Haryana State Board HBSE 9th Class Maths Solutions Chapter 11 Constructions Ex 11.2 Textbook Exercise Questions and Answers.
Haryana Board 9th Class Maths Solutions Chapter 11 Constructions Exercise 11.2
Question 1.
Construct a triangle ABC in which BC = 7 cm, ∠B = 75° and AB + AC = 13 cm.
Solution:
Steps of construction:
Step – I: Draw a line segment BC of length 7 cm.
Step – II: At B construct ∠CBX = 75° with BC.
Step – III: Cut BD = 13 cm from BX and join CD.
Step – IV: Draw the perpendicular bisector of CD intersecting BD at A.
Step – V: Join AC, then ABC is the required triangle.
Question 2.
Construct a triangle ABC in which BC = 8 cm, ∠B = 45° and AB – AC = 3.5 cm.
Solution:
Steps of construction:
Step – I: Draw a line segment BC = 8 cm.
Step – II: At point B construct ∠CBX = 45° with BC.
Step – III: Cut BD = 3.5 cm from BX and join CD.
Step – IV: Draw the perpendicular bisector of CD intersecting BX at point A.
Step – V: Join AC, then ABC is the required triangle.
Question 3.
Construct a triangle PQR in which QR = 6 cm, ∠Q = 60° and PR – PQ = 2 cm.
Solution:
Steps of construction:
Step – I: Draw a line segment QR = 6 cm.
Step – II: At the point Q construct ∠RQX = 60° with QR.
Step – III: Extend XQ to S to opposite side of QR such that QS = 2 cm.
Step – IV: Join SR and draw the perpendicular bisector of SR intersecting QX at P.
Step – V: Join PR, then PQR is the required triangle.
Question 4.
Construct a triangle XYZ in which ∠Y = 30°, ∠Z = 90° and XY + YZ + ZX = 11 cm.
Solution:
Steps of construction:
Step – I: Draw a line segment PQ = 11 cm (= XY + YZ + ZX).
Step – II: At the point P construct ∠QPR = 30° and at the point Q construct ∠PQS = 90°.
Step – III: Draw the bisectors of ∠QPR and ∠PQS intersecting at point X.
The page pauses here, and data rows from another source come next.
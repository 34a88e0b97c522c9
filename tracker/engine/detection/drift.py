"""Drift alarm: has any of the statistics under watch left its own baseline.

What is watched is named by the caller: powers over what is expected of them (gamma distributed, with known degrees of
freedom), or plain values. Each becomes a standard normal deviate from its baseline: powers exactly, through the gamma
distribution, so that few degrees of freedom do no harm. Real links sit a little off what theory says, so the baseline
is measured; it adapts slowly, in bounded steps and not while a sum is raised, so that a change cannot drag it along.
Where samples are found to spread or to hang together in time otherwise than theory has it, they are scaled and
whitened.

The deviates go to two two-sided CUSUM tests, one tuned to small changes, one to large. All tests of all statistics
share the false alarms that the user allows: the sum of their rates is the rate asked for (Bonferroni). The test for
small changes sees samples over many blocks. If these hang together its samples are scaled down; if a filter with a
short memory makes them swing to and fro, so that sums stay small, the test hardly ever cries wolf, and its share of
the false alarms goes to the others.
"""

import math
from collections.abc import Mapping, Sequence
from dataclasses import dataclass
from typing import Any, NamedTuple

import numpy as np
from scipy.special import gammainc, gammaincc, ndtri

from .cusum import Change, Cusum
from .rises import Groups, Powers, Rises
from .run_length import threshold_for

# Samples of a first baseline; it holds when its two halves agree, which they do not while the estimate still forms.
WARM_UP = 64
# Difference of the halves' means that still counts as agreement, in standard errors.
AGREEMENT = 2.0
# Ratio of the halves' variances that still counts as agreement: beyond the 99.9 % point of their F distribution.
STEADY = 3.5
# Samples over which the baseline adapts in the long run; at first it adapts over as many as it has seen.
MEMORY = 4096
# A sample moves the baseline by no more than this many standard deviations' worth.
BOUND = 4.0
# Slacks of the two tests: best for changes of one and of five standard deviations a sample.
SLACKS = (0.5, 2.5)
# Share of a threshold beyond which the baseline stands still.
RAISED = 0.7
# Theory is believed until what is measured differs by this many standard errors.
BELIEF = 3.0
# Samples whose mean shows whether they hang together over longer than a sample, and how many such means are averaged.
LONG, LONG_MEMORY = 16, 4096
# Below this a test is as rare as its slack makes it: rarer than is asked for, where few samples lie between alarms.
LEAST_THRESHOLD = 0.01
# Deviates are cut here: beyond, the distribution functions run out of digits and nothing is to be gained.
MOST = 35.0


def deviate(ratio: float, degrees: int) -> float:
    """Turn a power over its mean, averaged over so many complex degrees of freedom, to a standard normal deviate."""
    shape, at = float(degrees), degrees * ratio
    if ratio <= 1.0:
        return max(float(ndtri(gammainc(shape, at))), -MOST)
    return min(-float(ndtri(gammaincc(shape, at))), MOST)


def largest(chance: float, count: int) -> float:
    """Turn the largest of so many values to a standard normal deviate, given the chance that one value is beyond it."""
    none = count * math.log1p(-min(chance, 1.0 - 1e-12))  # logarithm of the chance that all are below
    above = -math.expm1(none)
    deviate_of = -float(ndtri(above)) if above < 0.5 else float(ndtri(math.exp(none)))
    return min(max(deviate_of, -MOST), MOST)


class Watch:
    """One statistic: baseline, scale, whitening, tests.

    Parameters
    ----------
    false_alarm_s : float
        Wanted mean time between false alarms of all tests together, s.
    tests : float
        How many tests share them, see `tests`.
    """

    def __init__(self, false_alarm_s: float, tests: float = len(SLACKS)) -> None:
        self._false_alarm_s, self._all_tests = false_alarm_s, tests
        self._cusums = [Cusum(math.inf, slack) for slack in SLACKS]
        self.reset()

    def reset(self) -> None:
        """Forget the baseline: the next samples make a new one."""
        self._count = 0  # samples in the baseline
        self._samples, self._elapsed_s = 0, 0.0
        self._level = 0.0  # logarithm of a power's mean; mean of a plain value
        self._scale = 1.0  # standard deviation of a plain value
        self._square = 1.0  # mean squared deviate
        self._product = 0.0  # mean product of neighbouring deviates
        self._before = 0.0  # the last deviate
        self._together, self._whitening, self._shrinking = 0.0, 1.0, 1.0  # scales in use, see _set_scales
        self._sum, self._summed = 0.0, 0  # white deviates over LONG samples
        self._long_square, self._batches = 1.0, 0  # mean of such sums squared, over LONG; of how many
        self._first: list[tuple[float, int]] = []
        self.clear()

    def clear(self) -> None:
        """Begin the sums anew on the same baseline, as after a change that left it as it was."""
        for cusum in self._cusums:
            cusum.reset()
        self.height = 0.0  # the higher sum over its threshold; 1 raises an alarm

    @property
    def settled(self) -> bool:
        """Whether there is a baseline."""
        return self._count > 0

    @property
    def highest(self) -> tuple[float, float]:
        """Statistic and threshold of the test nearest to an alarm; zeros before there is a baseline."""
        if not self.settled:
            return 0.0, 0.0
        cusum = max(self._cusums, key=lambda one: one.height)
        return cusum.statistic, cusum.threshold

    @property
    def tests(self) -> float:
        """For how many tests these two count, by how often they cry wolf.

        The alarm rate of a CUSUM goes with exp(−2 h k / σ²), σ² the variance of sums over their number.
        """
        slow = self._cusums[0]
        if not self.settled or self._long_square >= 1.0 - self._long_doubt:
            return float(len(SLACKS))
        return 1.0 + math.exp(-2.0 * slow.threshold * slow.slack * (1.0 / max(self._long_square, 0.1) - 1.0))

    def share(self, tests: float) -> None:
        """Share the false alarms with so many tests in all."""
        self._all_tests = tests
        if self.settled:
            self._set_thresholds()

    @property
    def period_s(self) -> float:
        """Mean time between samples."""
        return max(self._elapsed_s / max(self._samples, 1), 1e-9)

    def update(self, value: float, degrees: int, elapsed_s: float) -> Change | None:
        """Take in a sample.

        Parameters
        ----------
        value : float
            A power above zero, or a plain value.
        degrees : int
            Complex degrees of freedom that a power was averaged over; 0 for a plain value.
        elapsed_s : float
            Time since the sample before, s.
        """
        self._samples += 1
        self._elapsed_s += elapsed_s
        if not self._count:
            self._warm_up(value, degrees)
            return None
        before = self._before
        sample, unit = self._deviate(value, degrees)
        white = (sample - self._together * before) * self._whitening
        slow, fast = self._cusums
        change = slow.update(white * self._shrinking)
        change = fast.update(white) or change
        high, low = slow.statistic / slow.threshold, fast.statistic / fast.threshold
        self.height = high if high > low else low
        self._before = self._adapt(sample, white, unit)
        if self._count % LONG == 0:
            self._set_scales(degrees)
        return change

    def snapshot(self) -> dict[str, Any]:
        """All state."""
        return {
            "numbers": [getattr(self, name) for name in _NUMBERS],
            "counts": [getattr(self, name) for name in _COUNTS],
            "first": [[value, degrees] for value, degrees in self._first],
            "cusums": [cusum.snapshot() for cusum in self._cusums],
        }

    def load(self, snapshot: Mapping[str, Any]) -> None:
        """Take over a snapshot."""
        for name, number in zip(_NUMBERS, snapshot["numbers"], strict=True):
            setattr(self, name, float(number))
        for name, count in zip(_COUNTS, snapshot["counts"], strict=True):
            setattr(self, name, int(count))
        self._first = [(float(value), int(degrees)) for value, degrees in snapshot["first"]]
        for cusum, state in zip(self._cusums, snapshot["cusums"], strict=True):
            cusum.load(state)
        self._measure_height()

    def _measure_height(self) -> None:
        self.height = max(cusum.height for cusum in self._cusums)

    def _deviate(self, value: float, degrees: int) -> tuple[float, float]:
        """Deviate from the baseline, and what a unit of it is in the unit of the level."""
        if degrees:
            return deviate(value * math.exp(-self._level), degrees), 1.0 / math.sqrt(degrees)
        return (value - self._level) / self._scale, self._scale

    def _set_scales(self, degrees: int) -> None:
        """Take what was measured of correlation and spread into use, where theory is beyond doubt wrong."""
        gathered = self._gathered
        together = self._product / self._square
        self._together = _bounded(together, 0.9) if abs(together) > BELIEF / math.sqrt(gathered) else 0.0
        other = not degrees or abs(self._square - 1.0) > BELIEF * math.sqrt(2.0 / gathered)
        spread = self._square if other else 1.0
        self._whitening = 1.0 / math.sqrt(spread * (1.0 - self._together**2))
        longer = self._long_square > 1.0 + self._long_doubt
        self._shrinking = 1.0 / math.sqrt(self._long_square) if longer else 1.0

    @property
    def _gathered(self) -> int:
        return min(self._count, MEMORY)

    @property
    def _long_doubt(self) -> float:
        """How far the variance of long sums may be off by chance."""
        return BELIEF * math.sqrt(2.0 / max(self._batches, 1))

    def _adapt(self, sample: float, white: float, unit: float) -> float:
        """Let the baseline follow, slowly and bounded; give back the sample as it was bounded."""
        self._count += 1
        gain = 1.0 / (self._count if self._count < MEMORY else MEMORY)
        bounded = _bounded(sample, BOUND * math.sqrt(self._square))
        if self.height < RAISED:
            self._level += bounded * unit * gain
        self._square += (bounded * bounded - self._square) * gain
        self._product += (bounded * self._before - self._product) * gain
        self._sum += white
        self._summed += 1
        if self._summed == LONG:
            square = min(self._sum**2 / LONG, BOUND**2 * max(self._long_square, 1.0))
            self._batches = min(self._batches + 1, LONG_MEMORY)
            # What theory says counts as a few.
            self._long_square += (square - self._long_square) / (self._batches + 4)
            self._sum, self._summed = 0.0, 0
        if self._count <= MEMORY and self._count & (self._count - 1) == 0:
            self._set_thresholds()
        return bounded

    def _set_thresholds(self) -> None:
        """Set thresholds that give the false alarms wanted, as far as the baseline is known."""
        samples = max(self._false_alarm_s / self.period_s * self._all_tests, 2.0)
        # In the long run the level is a moving average, which knows the mean as well as twice as many samples do.
        doubt = 1.0 / self._count if self._count < MEMORY else 0.5 / MEMORY
        for cusum in self._cusums:
            cusum.threshold = max(threshold_for(samples, cusum.slack, doubt), LEAST_THRESHOLD)
        self._measure_height()

    def _warm_up(self, value: float, degrees: int) -> None:
        """Gather a first baseline, over a sliding window until it is steady."""
        self._first.append((value, degrees))
        if len(self._first) < WARM_UP:
            return
        values, counts = np.array(self._first).T
        late = values[WARM_UP // 2 :]
        if degrees:
            self._level = math.log(float(values @ counts) / float(counts.sum()))
        else:
            self._level, self._scale = float(values.mean()), max(float(late.std(ddof=1)), 1e-12)
        samples = np.array([self._deviate(*one)[0] for one in self._first])
        halves = samples.reshape(2, -1)
        means, squares = halves.mean(axis=1), np.maximum(halves.var(axis=1), 1.0)
        error = math.sqrt(float(squares.min()) * 4.0 / WARM_UP)
        if abs(means[1] - means[0]) > AGREEMENT * error or squares.max() > STEADY * squares.min():
            del self._first[: WARM_UP // 2]
            return
        self._square = float((samples * samples).mean())
        self._product = float((samples[1:] * samples[:-1]).mean())
        self._before = float(samples[-1])
        self._first = []
        self._count = WARM_UP
        self._set_scales(degrees)
        self._set_thresholds()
Step – IV: Draw the perpendicular bisectors KL of PX and MN of XQ intersecting PQ at Y and Z respectively.
Step – V: Join XY and XZ, then XYZ is the required triangle.
Question 5.
Construct a right triangle whose base is 12 cm and sum of its hypotenuse and other side is 18 cm.
Solution:
Steps of construction:
Step – I: Draw a line segment BC = 12 cm.
Step – II: At the point B, construct ∠CBP = 90° with BC.
Step – III: Cut BD = 18 cm from BP and join CD.
Step – IV: Draw the perpendicular bisector of CD intersecting BD at point A.
Step – V: Join AC, then ABC is the required triangle.